### WHAT NEEDS TO BE DONE
Count the lines below that contain the word "OutputFolder". Give only the number.

### INFORMATION
//! One run owns its output folder.
//!
//! A run never writes into the folder the user named. Before any meshing it checks that
//! folder (a file there, or a folder holding files antinode did not write, is refused) and
//! creates a fresh staging folder beside it, `.<name>.antinode-<pid>`, which also proves
//! the place writable. Every file of the run goes into the staging folder; when all are
//! written, a marker file listing them is written last and the staging folder is swapped
//! in: on Linux by one atomic exchange of the two directory entries (`renameat2` with
//! `RENAME_EXCHANGE`), elsewhere by two renames. The previous results stay untouched until
//! that moment, so re-running with fewer modes never leaves old `mode_NNN.vtu` files
//! beside a new `modes.pvd`.
//!
//! A failed run removes its staging folder (on drop); SIGINT and SIGTERM are caught, the
//! staging folders removed and the process ended with 128 + the signal number, leaving
//! the previous results as they were. A run killed outright (SIGKILL, out of memory)
//! leaves a hidden staging folder without marker, removed by the next run into the same
//! place once its process is gone.

use anyhow::{bail, Context, Result};
use std::path::{Path, PathBuf};
use std::sync::{Mutex, Once};

/// Written last into every finished output folder: what wrote it and the files it holds.
pub const MARKER: &str = ".antinode-run";

/// Part of a staging folder's name between the target's name and the process id.
const STAGING_TAG: &str = ".antinode-";

/// Staging folders of this process, removed by the signal handler.
static STAGING: Mutex<Vec<PathBuf>> = Mutex::new(Vec::new());
static HANDLER: Once = Once::new();

/// A run's output: files go to [`OutputFolder::dir`], [`OutputFolder::commit`] puts them
/// in place.
#[derive(Debug)]
pub struct OutputFolder {
    target: PathBuf,
    staging: PathBuf,
    committed: bool,
}

/// Checks `target` and creates the staging folder beside it; call before meshing.
pub fn prepare(target: &Path) -> Result<OutputFolder> {
    install_signal_handler();
    check_target(target)?;
    let name = target
        .file_name()
        .with_context(|| format!("output folder {}: needs a name", target.display()))?
        .to_string_lossy()
        .into_owned();
    let parent = match target.parent() {
        Some(p) if !p.as_os_str().is_empty() => p.to_path_buf(),
        _ => PathBuf::from("."),
    };
    std::fs::create_dir_all(&parent).with_context(|| {
        format!(
            "cannot create {} for the output folder {}",
            parent.display(),
            target.display()
        )
    })?;
    remove_stale_staging(&parent, &name);
    let staging = parent.join(format!(".{name}{STAGING_TAG}{}", std::process::id()));
    let mut list = lock();
    if staging.exists() {
        let _ = std::fs::remove_dir_all(&staging);
    }
    std::fs::create_dir(&staging).with_context(|| {
        format!(
            "cannot write into {} (needed beside the output folder {}); choose a \
             writable -o",
            parent.display(),
            target.display()
        )
    })?;
    list.push(staging.clone());
    Ok(OutputFolder {
        target: target.to_path_buf(),
        staging,
        committed: false,
    })
}

impl OutputFolder {
    /// Where this run writes its files.
    pub fn dir(&self) -> &Path {
        &self.staging
    }

    /// The folder the files will be in after [`Self::commit`] (for messages).
    pub fn target(&self) -> &Path {
        &self.target
    }

    /// Writes the marker and swaps the staging folder in place of the target; the
    /// previous results are removed only then. Files another command wrote into the
    /// target for the same geometry file (as its marker says) are kept: `modes` keeps
    /// `mesh.vtu`, `drive` keeps `modes.json`; this command's own earlier files are not.
    pub fn commit(mut self, command: &str, geometry: &Path) -> Result<()> {
        let geometry = geometry.display().to_string();
        let mut entries: Vec<MarkerEntry> = std::fs::read_dir(&self.staging)
            .with_context(|| format!("cannot list {}", self.staging.display()))?
            .filter_map(|e| e.ok())
            .map(|e| MarkerEntry {
                file: e.file_name().to_string_lossy().into_owned(),
                command: command.to_string(),
                geometry: geometry.clone(),
            })
            .collect();
        for old in read_marker(&self.target) {
            let keep = old.command != command
                && old.geometry == geometry
                && !entries.iter().any(|e| e.file == old.file);
            if keep && link_or_copy(&self.target.join(&old.file), &self.staging.join(&old.file)) {
                entries.push(old);
            }
        }
        entries.sort_by(|a, b| a.file.cmp(&b.file));
        let mut marker = format!(
            "# written by antinode {}; one line per file: file, command, geometry file \
             (tab-separated)\n",
            env!("CARGO_PKG_VERSION")
        );
        for e in &entries {
            marker.push_str(&format!("{}\t{}\t{}\n", e.file, e.command, e.geometry));
        }
        write_atomic(&self.staging.join(MARKER), marker)?;
        let mut list = lock();
        swap_in(&self.staging, &self.target)?;
        // The staging path now holds the previous results (or nothing).
        let _ = std::fs::remove_dir_all(&self.staging);
        list.retain(|p| p != &self.staging);
        self.committed = true;
        Ok(())
    }
}

/// One line of the marker file.
struct MarkerEntry {
    file: String,
    command: String,
    geometry: String,
}

/// The files a finished folder lists in its marker (none when it has no marker).
fn read_marker(dir: &Path) -> Vec<MarkerEntry> {
    let Ok(text) = std::fs::read_to_string(dir.join(MARKER)) else {
        return Vec::new();
    };
    text.lines()
        .filter(|l| !l.starts_with('#'))
        .filter_map(|l| {
            let mut parts = l.splitn(3, '\t');
            let file = parts.next()?;
            // Only plain names inside the folder.
            if file.is_empty() || file.contains('/') || file.starts_with('.') {
                return None;
            }
            Some(MarkerEntry {
                file: file.to_string(),
                command: parts.next()?.to_string(),
                geometry: parts.next()?.to_string(),
            })
        })
        .collect()
}

/// Hard link (copy where links are not possible) of a kept file into the staging folder.
fn link_or_copy(from: &Path, to: &Path) -> bool {
    from.is_file() && (std::fs::hard_link(from, to).is_ok() || std::fs::copy(from, to).is_ok())
}

impl Drop for OutputFolder {
    fn drop(&mut self) {
        if !self.committed {
            let mut list = lock();
            let _ = std::fs::remove_dir_all(&self.staging);
            list.retain(|p| p != &self.staging);
        }
    }
}

/// Writes `contents` to a temporary sibling (`<name>.partial`) and renames it over `path`.
pub fn write_atomic(path: &Path, contents: impl AsRef<[u8]>) -> Result<()> {
    let mut tmp = path.file_name().unwrap_or_default().to_os_string();
    tmp.push(".partial");
    let tmp = path.with_file_name(tmp);
    let r = std::fs::write(&tmp, contents).and_then(|()| std::fs::rename(&tmp, path));
    if r.is_err() {
        let _ = std::fs::remove_file(&tmp);
    }
    r.with_context(|| format!("cannot write {}", path.display()))
}

fn lock() -> std::sync::MutexGuard<'static, Vec<PathBuf>> {
    STAGING.lock().unwrap_or_else(|e| e.into_inner())
}

/// Refuses a target that is a file, or a folder holding anything antinode did not write.
fn check_target(target: &Path) -> Result<()> {
    let meta = match std::fs::symlink_metadata(target) {
        Ok(m) => m,
        Err(e) if e.kind() == std::io::ErrorKind::NotFound => return Ok(()),
        Err(e) => {
            return Err(e)
                .with_context(|| format!("cannot read output folder {}", target.display()))
        }
    };
    if !meta.is_dir() {
        bail!(
            "output folder {} exists and is not a folder; choose another -o",
            target.display()
        );
    }
    if target.join(MARKER).is_file() {
        return Ok(());
    }
    let entries = std::fs::read_dir(target)
        .with_context(|| format!("cannot read output folder {}", target.display()))?;
    for e in entries {
        let e = e.with_context(|| format!("cannot read output folder {}", target.display()))?;
        let name = e.file_name().to_string_lossy().into_owned();
        let is_file = e.file_type().map(|t| t.is_file()).unwrap_or(false);
        if !(is_file && is_output_name(&name)) {
            bail!(
                "output folder {} holds '{name}', which antinode did not write; a run \
                 replaces its output folder as a whole, so choose another -o (or empty it)",
                target.display()
            );
        }
    }
    Ok(())
}

/// File names the commands write (folders written before the marker existed hold only
/// these).
fn is_output_name(name: &str) -> bool {
    let name = name.strip_suffix(".partial").unwrap_or(name);
    let fixed = [
        "mesh.vtu",
        "boundary.vtu",
        "modes.json",
        "modes.csv",
        "spectrum.svg",
        "modes.pvd",
        "response.json",
        "response.csv",
        "response.svg",
        "heating.pvd",
    ];
    fixed.contains(&name)
        || (name.starts_with("mode_") && name.ends_with(".vtu"))
        || (name.starts_with("heating_") && name.ends_with(".vtu"))
        || (name.starts_with("response.s") && name.ends_with('p'))
}

/// Removes staging folders of `name` left by processes that no longer run.
fn remove_stale_staging(parent: &Path, name: &str) {
    let prefix = format!(".{name}{STAGING_TAG}");
    let Ok(entries) = std::fs::read_dir(parent) else {
        return;
    };
    for e in entries.flatten() {
        let file = e.file_name().to_string_lossy().into_owned();
        let Some(pid) = file
            .strip_prefix(&prefix)
            .and_then(|p| p.parse::<u32>().ok())
        else {
            continue;
        };
        let alive = Path::new(&format!("/proc/{pid}")).exists();
        if pid != std::process::id() && !alive {
            let _ = std::fs::remove_dir_all(e.path());
        }
    }
}

/// Puts `staging` at `target`; afterwards `staging` holds the previous target, if any.
fn swap_in(staging: &Path, target: &Path) -> Result<()> {
    let fail = |e: std::io::Error| {
        anyhow::Error::new(e).context(format!(
            "cannot move the results into {} (they are complete in {})",
            target.display(),
            staging.display()
        ))
    };
    if !target.exists() {
        return std::fs::rename(staging, target).map_err(fail);
    }
    if exchange(staging, target).is_ok() {
        return Ok(());
    }
    // No atomic exchange here: move the old folder aside first, then the new one in.
    let mut aside = staging.as_os_str().to_os_string();
    aside.push(".old");
    let aside = PathBuf::from(aside);
    std::fs::rename(target, &aside).map_err(fail)?;
    if let Err(e) = std::fs::rename(staging, target) {
        let _ = std::fs::rename(&aside, target);
        return Err(fail(e));
    }
    std::fs::rename(&aside, staging).map_err(fail)
}

/// Atomic exchange of two directory entries (Linux `renameat2`, `RENAME_EXCHANGE`).
#[cfg(target_os = "linux")]
fn exchange(a: &Path, b: &Path) -> std::io::Result<()> {
    use std::os::unix::ffi::OsStrExt;
    let ca = std::ffi::CString::new(a.as_os_str().as_bytes())?;
    let cb = std::ffi::CString::new(b.as_os_str().as_bytes())?;
    // SAFETY: both arguments are valid NUL-terminated paths that outlive the call.
    let r = unsafe {
        libc::renameat2(
            libc::AT_FDCWD,
            ca.as_ptr(),
            libc::AT_FDCWD,
            cb.as_ptr(),
            libc::RENAME_EXCHANGE,
        )
    };
    if r == 0 {
        Ok(())
    } else {
        Err(std::io::Error::last_os_error())
    }
}

#[cfg(not(target_os = "linux"))]
fn exchange(_: &Path, _: &Path) -> std::io::Result<()> {
    Err(std::io::Error::from(std::io::ErrorKind::Unsupported))
}

/// On SIGINT or SIGTERM: remove this process's staging folders, then exit with 128 + the
/// signal number. A commit in progress holds the lock, so it finishes first.
fn install_signal_handler() {
    HANDLER.call_once(|| {
        use signal_hook::consts::{SIGINT, SIGTERM};
        let Ok(mut signals) = signal_hook::iterator::Signals::new([SIGINT, SIGTERM]) else {
            return;
        };
        std::thread::spawn(move || {
            if let Some(sig) = signals.forever().next() {
                let list = lock();
                for dir in list.iter() {
                    // A writer may still add a file while the folder is removed: retry.
                    for _ in 0..5 {
                        if std::fs::remove_dir_all(dir).is_ok() || !dir.exists() {
                            break;
                        }
                    }
                }
                eprintln!("\ninterrupted: nothing written; earlier results left as they were");
                std::process::exit(128 + sig);
            }
        });
    });
}

#[cfg(test)]
mod tests {
    use super::*;

    #[test]
    fn output_names_are_recognised() {
        for n in [
            "mesh.vtu",
            "mode_007.vtu",
            "response.s2p",
            "heating_2.450GHz.vtu",
        ] {
            assert!(is_output_name(n), "{n}");
        }
        for n in ["notes.txt", "mode_1.txt", "data.csv"] {
            assert!(!is_output_name(n), "{n}");
        }
    }
}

### EXERCISE SOLUTION
6